### Given data ###
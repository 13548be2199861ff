import { Body, Container, Head, Hr, Html, Link, Preview, Section, Text } from "@react-email/components";
import type { ReactNode } from "react";

export type EmailLayoutProps = {
  preview: string;
  children: ReactNode;
  /** Shown in the footer when the message is one a driver can opt out of. */
  unsubscribeUrl?: string;
};

const font = "'Atkinson Hyperlegible Next', 'Segoe UI', Helvetica, Arial, sans-serif";

export function EmailLayout({ preview, children, unsubscribeUrl }: EmailLayoutProps) {
  return (
    <Html lang="en">
      <Head />
      <Preview>{preview}</Preview>
      <Body style={{ backgroundColor: "#f6f7f8", fontFamily: font, margin: 0, padding: "24px 0" }}>
        <Container style={{ backgroundColor: "#ffffff", borderRadius: 12, padding: "28px 32px", maxWidth: 560 }}>
          <Text style={{ fontSize: 20, fontWeight: 700, color: "#1e625c", margin: "0 0 16px" }}>Fourpatch</Text>
          <Section>{children}</Section>
          <Hr style={{ borderColor: "#d5d9df", margin: "28px 0 16px" }} />
          <Text style={{ fontSize: 13, color: "#677282", margin: 0 }}>
            Fourpatch keeps your tire logbook. Its dates and conditions are guidance: local law and a qualified tire
            technician decide whether a tire stays on the road.
          </Text>
          {unsubscribeUrl ? (
            <Text style={{ fontSize: 13, color: "#677282", margin: "8px 0 0" }}>
              <Link href={unsubscribeUrl} style={{ color: "#217a71" }}>
                Stop e-mails of this kind
              </Link>
            </Text>
          ) : null}
        </Container>
      </Body>
    </Html>
  );
}

export const paragraph = { fontSize: 16, lineHeight: "24px", color: "#1b1f24" } as const;
export const button = {
  backgroundColor: "#1e625c",
  color: "#ffffff",
  borderRadius: 8,
  padding: "12px 20px",
  fontSize: 16,
  fontWeight: 700,
  textDecoration: "none",
  display: "inline-block",
} as const;
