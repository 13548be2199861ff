// The shop's own record of the work it did; no logbook, no pass needed.
import { listShopWork } from "@/db/queries/passes";
import { route } from "@/lib/api/handler";

export const dynamic = "force-dynamic";

export const GET = route<{ shopId: string }>(async ({ session, params }) => ({
  work: await listShopWork({ session, shopId: params.shopId }),
}));
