import { HttpClient, HttpParams } from '@angular/common/http';
import { inject, Injectable } from '@angular/core';
import { CapturedMail, NotificationKind, NotificationPreference, Page, Delivery } from '@cc/shared';
import { Observable } from 'rxjs';

export interface MailboxPage extends Page<CapturedMail> {
  /** Outbox messages by status (pending, sent, held ...). */
  outbox: Record<string, number>;
}

/** Message preferences, the digest's unsubscribe link, and the development mailbox. */
@Injectable({ providedIn: 'root' })
export class NotificationsApi {
  private readonly http = inject(HttpClient);

  preferences(): Observable<NotificationPreference[]> {
    return this.http.get<NotificationPreference[]>('/api/notifications/preferences');
  }

  savePreferences(preferences: { kind: NotificationKind; delivery: Delivery }[]): Observable<NotificationPreference[]> {
    return this.http.put<NotificationPreference[]>('/api/notifications/preferences', { preferences });
  }

  unsubscribeLookup(token: string): Observable<{ email: string }> {
    return this.http.get<{ email: string }>(`/api/notifications/unsubscribe/${encodeURIComponent(token)}`);
  }

  unsubscribe(token: string): Observable<{ email: string; turnedOff: NotificationKind[] }> {
    return this.http.post<{ email: string; turnedOff: NotificationKind[] }>(`/api/notifications/unsubscribe/${encodeURIComponent(token)}`, {});
  }

  mailbox(page: number, pageSize: number): Observable<MailboxPage> {
    return this.http.get<MailboxPage>('/api/mailbox', { params: new HttpParams().set('page', page).set('pageSize', pageSize) });
  }
}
###
Requirement:
Set down the data in full, word for word.

Written response:
repository 13548be2199861ff
import { Body, Container, Head, Hr, Html, Link, Preview, Section, Text } from "@react-email/components";
import type { ReactNode } from "react";

export type EmailLayoutProps = {
  preview: string;
  children: ReactNode;
  /** Shown in the footer when the message is one a driver can opt out of. */
  unsubscribeUrl?: string;
};

const font = "'Atkinson Hyperlegible Next', 'Segoe UI', Helvetica, Arial, sans-serif";

export function EmailLayout({ preview, children, unsubscribeUrl }: EmailLayoutProps) {
  return (
    <Html lang="en">
      <Head />
      <Preview>{preview}</Preview>
      <Body style={{ backgroundColor: "#f6f7f8", fontFamily: font, margin: 0, padding: "24px 0" }}>
        <Container style={{ backgroundColor: "#ffffff", borderRadius: 12, padding: "28px 32px", maxWidth: 560 }}>
          <Text style={{ fontSize: 20, fontWeight: 700, color: "#1e625c", margin: "0 0 16px" }}>Fourpatch</Text>
          <Section>{children}</Section>
          <Hr style={{ borderColor: "#d5d9df", margin: "28px 0 16px" }} />
          <Text style={{ fontSize: 13, color: "#677282", margin: 0 }}>
            Fourpatch keeps your tire logbook. Its dates and conditions are guidance: local law and a qualified tire
            technician decide whether a tire stays on the road.
          </Text>
          {unsubscribeUrl ? (
            <Text style={{ fontSize: 13, color: "#677282", margin: "8px 0 0" }}>
              <Link href={unsubscribeUrl} style={{ color: "#217a71" }}>
                Stop e-mails of this kind
              </Link>
            </Text>
          ) : null}
        </Container>
      </Body>
    </Html>
  );
}

export const paragraph = { fontSize: 16, lineHeight: "24px", color: "#1b1f24" } as const;
export const button = {
  backgroundColor: "#1e625c",
  color: "#ffffff",
  borderRadius: 8,
  padding: "12px 20px",
  fontSize: 16,
  fontWeight: 700,
  textDecoration: "none",
  display: "inline-block",
} as const;
repository 13548be2199861ff
// The shop's own record of the work it did; no logbook, no pass needed.
import { listShopWork } from "@/db/queries/passes";
import { route } from "@/lib/api/handler";

export const dynamic = "force-dynamic";

export const GET = route<{ shopId: string }>(async ({ session, params }) => ({
  work: await listShopWork({ session, shopId: params.shopId }),
}));
import { HttpClient, HttpParams } from '@angular/common/http';
import { inject, Injectable } from '@angular/core';
import { CapturedMail, NotificationKind, NotificationPreference, Page, Delivery } from '@cc/shared';
import { Observable } from 'rxjs';

export interface MailboxPage extends Page<CapturedMail> {
  /** Outbox messages by status (pending, sent, held ...). */
  outbox: Record<string, number>;
}

/** Message preferences, the digest's unsubscribe link, and the development mailbox. */
@Injectable({ providedIn: 'root' })
export class NotificationsApi {
  private readonly http = inject(HttpClient);

  preferences(): Observable<NotificationPreference[]> {
    return this.http.get<NotificationPreference[]>('/api/notifications/preferences');
  }

  savePreferences(preferences: { kind: NotificationKind; delivery: Delivery }[]): Observable<NotificationPreference[]> {
    return this.http.put<NotificationPreference[]>('/api/notifications/preferences', { preferences });
  }

  unsubscribeLookup(token: string): Observable<{ email: string }> {
    return this.http.get<{ email: string }>(`/api/notifications/unsubscribe/${encodeURIComponent(token)}`);
  }

  unsubscribe(token: string): Observable<{ email: string; turnedOff: NotificationKind[] }> {
    return this.http.post<{ email: string; turnedOff: NotificationKind[] }>(`/api/notifications/unsubscribe/${encodeURIComponent(token)}`, {});
  }

  mailbox(page: number, pageSize: number): Observable<MailboxPage> {
    return this.http.get<MailboxPage>('/api/mailbox', { params: new HttpParams().set('page', page).set('pageSize', pageSize) });
  }
}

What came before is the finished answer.